They also recommend that shareholders accept the offer.

The $1.32b takeover offer for Sinarmas Land by Lyon Investments has been deemed ‘not fair’ but ‘reasonable’ by W Capital Markets Pte. Ltd, the independent financial advisor (IFA) appointed to advise the company’s Independent Directors.

In March, Sinarmas Land received a takeover offer from Lyon Investments, an entity controlled by Indonesia’s billionaire Widjaja family.

Lyon Investments made a voluntary, unconditional cash offer for all the shares in Sinarmas Land that it does not own at $0.31 apiece, adding that it was making the offer to delist the company from SGX’s mainboard.

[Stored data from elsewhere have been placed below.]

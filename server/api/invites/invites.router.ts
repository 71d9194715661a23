import { inviteAcceptSchema, inviteCreateSchema, inviteTokenSchema } from '../../../shared/schemas/auth.js';
import { z } from 'zod';
import type { AppDeps } from '../../common/deps.js';
import { defineRoute, type RouteSpec } from '../../common/routes.js';
import { ROLE_GROUPS } from '../../../shared/schemas/roles.js';
import { toPublicUser } from '../users/users.mapper.js';
import { acceptInvite, createInvite, findUsableInvite } from './invites.service.js';
import { listPendingInvites, resendInvite, revokeInvite } from './invites-pending.service.js';
import { idParamSchema } from '../../../shared/schemas/common.js';
import type { RequestHandler } from 'express';
import { publicBaseUrl } from '../../common/public-url.js';
import type { Invite, InviteDetails } from '../../../shared/schemas/admin-views.js';

const tokenParams = z.strictObject({ token: inviteTokenSchema });

export function invitesRoutes({ dataSource, mailer, config }: AppDeps, limit: RequestHandler): RouteSpec[] {
  return [
    defineRoute({
      method: 'post', path: '', access: ROLE_GROUPS.administrators, body: inviteCreateSchema,
      handler: async ({ body, user, req, res }) => {
        const baseUrl = publicBaseUrl(config, req);
        const invite = await createInvite(dataSource, mailer, user, body, baseUrl);
        const view: Invite = { id: invite.id, email: invite.email, role: invite.role, expiresAt: invite.expiresAt.toISOString() };
        res.status(201).json({ invite: view });
      },
    }),
    defineRoute({
      method: 'get', path: '', access: ROLE_GROUPS.administrators,
      handler: async ({ res }) => { res.json({ items: await listPendingInvites(dataSource) }); },
    }),
    defineRoute({
      method: 'post', path: '/:id/resend', access: ROLE_GROUPS.administrators, params: idParamSchema,
      handler: async ({ params, user, req, res }) => {
        res.json({ invite: await resendInvite(dataSource, mailer, user, params.id, publicBaseUrl(config, req)) });
      },
    }),
    defineRoute({
      method: 'delete', path: '/:id', access: ROLE_GROUPS.administrators, params: idParamSchema,
      handler: async ({ params, user, res }) => { await revokeInvite(dataSource, user, params.id); res.status(204).end(); },
    }),
    defineRoute({
      method: 'post', path: '/accept', access: 'public', body: inviteAcceptSchema, before: [limit],
      handler: async ({ body, req, res }) => {
        const created = await acceptInvite(dataSource, body);
        await new Promise<void>((resolve, reject) => req.logIn(created, (err) => (err ? reject(err) : resolve())));
        res.status(201).json({ user: toPublicUser(created) });
      },
    }),
    defineRoute({
      method: 'get', path: '/:token', access: 'public', params: tokenParams, before: [limit],
      handler: async ({ params, res }) => {
        const invite = await findUsableInvite(dataSource, params.token);
        const details: InviteDetails = { email: invite.email, role: invite.role, expiresAt: invite.expiresAt.toISOString() };
        res.json(details);
      },
    }),
  ];
}
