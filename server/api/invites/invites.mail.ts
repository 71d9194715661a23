import type { Role } from '../../../shared/schemas/roles.js';
import type { MailMessage } from '../../common/mail.js';

const ROLE_WORK: Record<Role, string> = {
  admin: 'manage people, roles and invitations',
  designer: 'design measurement chains and run uncertainty studies',
  tester: 'record bench calibrations of built boards',
  lead: 'review margin studies and sign revisions off',
};

/** The role with its article, so an admin is invited "as an admin" (English article before a vowel sound). */
const withArticle = (role: Role): string => `${/^[aeiou]/.test(role) ? 'an' : 'a'} ${role}`;

const escapeHtml = (s: string) => s.replace(/[&<>"']/g, (c) => `&#${c.charCodeAt(0)};`);

export function inviteMessage(to: string, role: Role, link: string, invitedBy: string, expiresAt: Date): MailMessage {
  const expires = expiresAt.toISOString().replace('T', ' ').slice(0, 16) + ' UTC';
  const text = [
    `${invitedBy} has invited you to Tallyvolt as ${withArticle(role)}, to ${ROLE_WORK[role]}.`,
    '',
    `Set your name and password here (the link works once, until ${expires}):`,
    link,
    '',
    'If you did not expect this, ignore this message.',
  ].join('\n');
  const html =
    `<p>${escapeHtml(invitedBy)} has invited you to Tallyvolt as ${withArticle(role).split(' ')[0]} <strong>${role}</strong>, to ${ROLE_WORK[role]}.</p>` +
    `<p><a href="${escapeHtml(link)}">Set your name and password</a> (the link works once, until ${expires}).</p>` +
    `<p>If you did not expect this, ignore this message.</p>`;
  return { to, subject: 'Your Tallyvolt invitation', text, html };
}
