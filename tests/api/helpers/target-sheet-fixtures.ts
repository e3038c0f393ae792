import type { Role } from '../../../shared/schemas/workspace.ts';
import type { TargetSheetDetail, TargetSheetStatus } from '../../../shared/schemas/target-sheet.ts';
import { runSheetCheck } from '../../../server/target-sheets/checks.service.ts';
import { createTargetSheet, moveTargetSheet } from '../../../server/target-sheets/target-sheets.service.ts';
import type { TestUser } from './people.ts';
import { freshSetup } from './setup-fixtures.ts';
import type { TestApp } from './test-app.ts';

/** Who does what to a fixture sheet: an engineer drafts and submits, a lead decides. */
export interface SheetCast {
  workspaceId: string;
  workspaceName: string;
  engineer: TestUser;
  lead: TestUser;
}

const as = (cast: SheetCast, role: Role) => ({ workspaceId: cast.workspaceId, workspaceName: cast.workspaceName, role });

/**
 * A new sheet from a new setup's revision 1, moved through the services to `status`
 * (returned sheets carry a reason). Submitting and deciding send the usual mails.
 */
export async function freshSheet(t: TestApp, cast: SheetCast, status: TargetSheetStatus = 'draft'): Promise<TargetSheetDetail> {
  const setup = await freshSetup(t.db, cast.workspaceId, cast.engineer);
  const created = await createTargetSheet(t.deps, as(cast, 'engineer'), cast.engineer, { setupId: setup.id, revision: 1 });
  if (!created.ok) throw new Error(`fixture sheet refused: ${created.message}`);
  let detail: TargetSheetDetail = created.value;
  const id = detail.sheet.id;
  const path: [TargetSheetStatus, Role, string?][] =
    status === 'draft' ? [] : status === 'in_review' ? [['in_review', 'engineer']] : status === 'released' ? [['in_review', 'engineer'], ['released', 'lead']] : [['in_review', 'engineer'], ['returned', 'lead', 'Fixture: bands too tight']];
  for (const [to, role, reason] of path) {
    const actor = role === 'lead' ? cast.lead : cast.engineer;
    const moved = await moveTargetSheet(t.deps, as(cast, role), actor, id, to, reason);
    if (!moved.ok) throw new Error(`fixture sheet could not become ${to}: ${moved.message}`);
    detail = moved.value;
  }
  return detail;
}

/** A stored conformity check of the sheet against `csv`. */
export async function freshCheck(t: TestApp, cast: SheetCast, sheetId: string, csv: string) {
  const outcome = await runSheetCheck(t.db, { workspaceId: cast.workspaceId }, cast.engineer, sheetId, [{ content: Buffer.from(csv), filename: 'fixture-damper.csv', bytes: csv.length }], { label: [] }, new Date());
  if (!outcome.ok) throw new Error(`fixture check refused: ${outcome.message}`);
  return outcome.value;
}
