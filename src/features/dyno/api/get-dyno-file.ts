import { queryOptions, skipToken, useQuery } from '@tanstack/react-query';
import { DynoFileDetail } from '../../../../shared/schemas/dyno-file.ts';
import { api } from '../../../lib/api-client.ts';
import { dynoFilesKey, dynoFilesPath } from './query-keys.ts';

export const getDynoFile = (workspaceId: string, setupId: string, fileId: string) => api.get(`${dynoFilesPath(workspaceId, setupId)}/${encodeURIComponent(fileId)}`, DynoFileDetail);

export const dynoFileQueryOptions = (workspaceId: string, setupId: string, fileId: string | null) =>
  queryOptions({
    queryKey: [...dynoFilesKey(workspaceId, setupId), 'detail', fileId],
    queryFn: fileId ? () => getDynoFile(workspaceId, setupId, fileId) : skipToken,
  });

export const useDynoFile = (workspaceId: string, setupId: string, fileId: string | null) => useQuery(dynoFileQueryOptions(workspaceId, setupId, fileId));
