import { randomBytes } from 'node:crypto';
import { inject } from 'vitest';
import { type Db, openDatabase } from '../../../server/db/database.ts';
import { adminQuery } from '../../../server/db/local-postgres.ts';
import { migrateToLatest } from '../../../server/db/migrator.ts';

/**
 * The database an API test app runs on. The `api` project uses a fresh in-memory SQLite
 * database; the `api-pg` project (RIDEWRIGHT_TEST_DATABASE=postgres) a fresh PostgreSQL database
 * copied from the migrated template that its global setup made, dropped again on close.
 */
export interface TestDatabase {
  db: Db;
  kind: 'sqlite' | 'postgres';
  /** Where a server process could open the same database (a file path or a postgres URL). */
  target: string;
  drop(): Promise<void>;
}

/**
 * A new database on the test cluster, copied from the migrated template (or empty with
 * `{ empty: true }`); returns its URL. For tests that need a database of a name they know.
 */
export async function createClusterDatabase(name: string, opts: { empty?: boolean } = {}): Promise<string> {
  const cluster = inject('postgresCluster');
  if (!cluster) throw new Error('a PostgreSQL test database needs the global setup of the api-pg or team project');
  await adminQuery(cluster.adminUrl, `create database ${name}${opts.empty ? '' : ` template ${cluster.template}`}`);
  return clusterDatabaseUrl(name);
}

/** The URL of a database `name` on the test cluster. */
export function clusterDatabaseUrl(name: string): string {
  return inject('postgresCluster')!.adminUrl.replace(/\/[^/]*$/, `/${name}`);
}

export async function openTestDatabase(): Promise<TestDatabase> {
  if (process.env.RIDEWRIGHT_TEST_DATABASE === 'postgres') {
    const cluster = inject('postgresCluster')!;
    const name = `t_${randomBytes(6).toString('hex')}`;
    const target = await createClusterDatabase(name);
    const db = openDatabase(target);
    return {
      db,
      kind: 'postgres',
      target,
      async drop() {
        await db.destroy();
        await adminQuery(cluster.adminUrl, `drop database if exists ${name} with (force)`);
      },
    };
  }
  const db = openDatabase(':memory:');
  const { error } = await migrateToLatest(db);
  if (error) throw error;
  return { db, kind: 'sqlite', target: ':memory:', drop: () => db.destroy() };
}

declare module 'vitest' {
  export interface ProvidedContext {
    postgresCluster: { adminUrl: string; template: string } | undefined;
  }
}
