// Drift checks that run in `npm run lint` (and so in `npm test`): import boundaries and cycles.
// The boundaries are written down in DEVELOPERS.md ("Where code lives"); change both together.
import { readdirSync, statSync } from 'node:fs';
import js from '@eslint/js';
import { createTypeScriptImportResolver } from 'eslint-import-resolver-typescript';
import { importX } from 'eslint-plugin-import-x';
import globals from 'globals';
import tseslint from 'typescript-eslint';

const dirsOf = (path) => readdirSync(path).filter((name) => statSync(`${path}/${name}`).isDirectory());

// Server folders that are not domains: the app shell and the parts every domain may use.
const SERVER_PLATFORM = ['auth', 'bench', 'cli', 'core', 'db', 'http', 'jobs'];
const SERVER_DOMAINS = dirsOf('server').filter((d) => !SERVER_PLATFORM.includes(d));
const FEATURES = dirsOf('src/features');

/** A domain is entered from another domain only through its index.ts. */
const domainZones = SERVER_DOMAINS.flatMap((from) =>
  SERVER_DOMAINS.filter((d) => d !== from).map((target) => ({
    target: `./server/${target}`,
    from: `./server/${from}`,
    except: ['./index.ts'],
    message: `Use what server/${from}/index.ts offers; the rest of a domain is private to it.`,
  })),
);

/** Outside the domains (app shell, seed, routes table, CLI), nobody reads a repository directly. */
const repositoryZones = [
  {
    target: ['./server/*.ts', ...SERVER_PLATFORM.map((d) => `./server/${d}/**`)],
    from: './server/*/*.repository.ts',
    message: "Repositories are private to their domain: call the domain's index.ts.",
  },
  {
    target: './server/*/*.routes.ts',
    from: './server/*/*.repository.ts',
    message: 'Routes call services; only services call repositories.',
  },
];

/** Client features stay independent of each other and of the app shell. */
const featureZones = FEATURES.map((feature) => ({
  target: `./src/features/${feature}`,
  from: './src/features',
  except: [`./${feature}`],
  message: 'Features never import each other: lift shared code to src/lib or src/components.',
}));

export default tseslint.config(
  // The cycle fixture is a deliberate violation, linted on purpose by tests/lint/boundary-rules.test.ts.
  { ignores: ['dist/**', 'node_modules/**', 'test-results/**', 'coverage/**', 'types/**', 'tests/lint/fixtures/**'] },
  {
    files: ['**/*.{ts,tsx,js,mjs}'],
    extends: [js.configs.recommended, ...tseslint.configs.recommended],
    plugins: { 'import-x': importX },
    languageOptions: { ecmaVersion: 2023, sourceType: 'module', globals: { ...globals.node, ...globals.browser } },
    settings: {
      // Without these, import-x reads only .js files when it follows imports, and no-cycle sees nothing.
      'import-x/extensions': ['.ts', '.tsx', '.js', '.mjs'],
      'import-x/parsers': { '@typescript-eslint/parser': ['.ts', '.tsx'] },
      'import-x/resolver-next': [createTypeScriptImportResolver({ project: './tsconfig.json' })],
    },
    rules: {
      'import-x/no-cycle': ['error', { ignoreExternal: true }],
      'import-x/no-duplicates': 'error',
      'import-x/no-self-import': 'error',
      'import-x/no-useless-path-segments': 'error',
      '@typescript-eslint/no-namespace': ['error', { allowDeclarations: true }],
      '@typescript-eslint/no-unused-vars': ['error', { argsIgnorePattern: '^_', varsIgnorePattern: '^_', caughtErrors: 'none' }],
      'import-x/no-restricted-paths': [
        'error',
        {
          zones: [
            { target: './shared', from: ['./src', './server', './workers', './migrations', './cli', './bench', './tests'], message: 'shared/ stands alone: client, server, workers and CLI import it, never the other way.' },
            { target: './src', from: ['./server', './migrations', './cli', './bench'], message: 'The client talks to the server over HTTP only.' },
            { target: './src/features', from: './src/app', message: 'Features never import the app shell; routes compose features.' },
            { target: './workers', from: ['./src', './server', './migrations', './cli', './bench'], message: 'Workers run only shared/ code.' },
            { target: './server', from: ['./src', './workers'], message: 'The server never imports client code.' },
            ...featureZones,
            ...domainZones,
            ...repositoryZones,
          ],
        },
      ],
    },
  },
  {
    // Migrations are frozen history: they import only kysely, never today's code, and take
    // `Kysely<any>` as Kysely's migration guide does (the schema they see is the one they build).
    files: ['migrations/**/*.ts', 'server/db/migrator.ts'],
    rules: { '@typescript-eslint/no-explicit-any': 'off' },
  },
  {
    files: ['migrations/**/*.ts'],
    rules: { 'no-restricted-imports': ['error', { patterns: [{ regex: '^(?!kysely$)', message: 'Migrations import only kysely.' }] }] },
  },
  {
    // shared/ runs in the browser, in workers and in Node alike.
    files: ['shared/**/*.ts'],
    ignores: ['shared/**/*.test.ts'],
    rules: { 'no-restricted-imports': ['error', { patterns: [{ regex: '^node:', message: 'shared/ runs in browsers too: no Node built-ins.' }] }] },
  },
);
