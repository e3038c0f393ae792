import { Me } from '../../../shared/schemas/account.ts';
import { type BrowserLike, browserLike } from './agents.ts';
import { linkIn, waitForMail } from './mail.ts';
import type { TestApp } from './test-app.ts';

/** Signs up through the API, follows the mailed confirmation link, and returns the signed-in browser. */
export async function signUpConfirmed(t: TestApp, body: { name: string; email: string; password: string; workspaceName: string }): Promise<{ b: BrowserLike; me: Me }> {
  const b = await browserLike(t.url);
  await b.post('/api/auth/signup', body).expect(202);
  const mail = await waitForMail(t.db, body.email, 'Confirm your address');
  const { token } = linkIn(mail.text_body, '/confirm/');
  const me = Me.parse((await b.post('/api/auth/confirm', { token }).expect(200)).body);
  return { b, me };
}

The company currently holds about 70.3% of the total number of issued shares in Sinarmas Land.

The offer price represents a 12.7% premium over Sinarmas Land’s last traded price of $0.275 per share on Mar 24, before the company called for a trading halt on 25 March.

According to W Capital Markets, it considers the offer ‘not fair’ because whilst the offer price is about 63.6% lower than the company’s net asset value (NAV) per share, Sinarmas Land’s shares have usually traded at a discount. Over the past three years, the average price investors were willing to pay was around 26.3% of the NAV.

Compared to similar property companies in Indonesia, the price offered for Sinarmas Land values it at about 0.36 times its NAV. This falls within the industry range, from as low as 0.16 times to as high as 7.5 times. The offer is slightly above the median (middle value) of 0.35 times but below the average (mean) of 0.41 times.

For comparable companies in Singapore, the offer values Sinarmas Land at 0.36 times its NAV,, which is within the range of 0.24 to 0.58 times. This is above the median of 0.33 times but below the mean of 0.37 times.

When looking at earnings-based valuation multiples, the Group's Enterprise Value to Earnings Before Interest, Taxes, Depreciation, and Amortisation (EV/EBITDA) ratio of 4.8 times falls within the range of both Indonesian and Singaporean companies. It matches the mean for both groups but is below the median for Indonesian companies and lower than both the median and average for Singaporean companies. The Group’s adjusted Price-to-Earnings Ratio (PER) of 5.3 times is higher than both the average and median for Indonesian companies but falls outside the range of similar companies in Singapore.

The offer price was also below the IFA’s estimated range of S$0.350 to S$0.361 per share.

However, W Capital Markets noted that the offer price of $0.31 represents a premium of about 16.5%, 0.5%, 5.6%, and 17.1% over the 12-month, 6-month, 3-month, and 1-month volume-weighted average prices (VWAP) of the shares, respectively, up to the last full market day.

Additionally, since the offer announcement, shares have closed above the offer price every day, with the VWAP standing at -$0.325.

The premiums implied by the offer price, 12.7% over the last transaction price and 17.1% over the 1-month VWAP, are also consistent with those seen in prior privatisation transactions that were considered fair and reasonable.

While the offer price premiums align with those seen in previous property privatisation deals, the price-to-net asset value (P/NAV) implied by the offer is lower than in similar transactions.

W Capital Markets said that ‘the likelihood of competing offers is remote’.

“We advise the Independent Directors to recommend shareholders to accept the offer. Shareholders who wish to realise their investment in the company can choose to sell their shares in the open market if they can obtain a price higher than the offer price, after taking into account all transaction costs with open market transactions,” W Capital Markets said.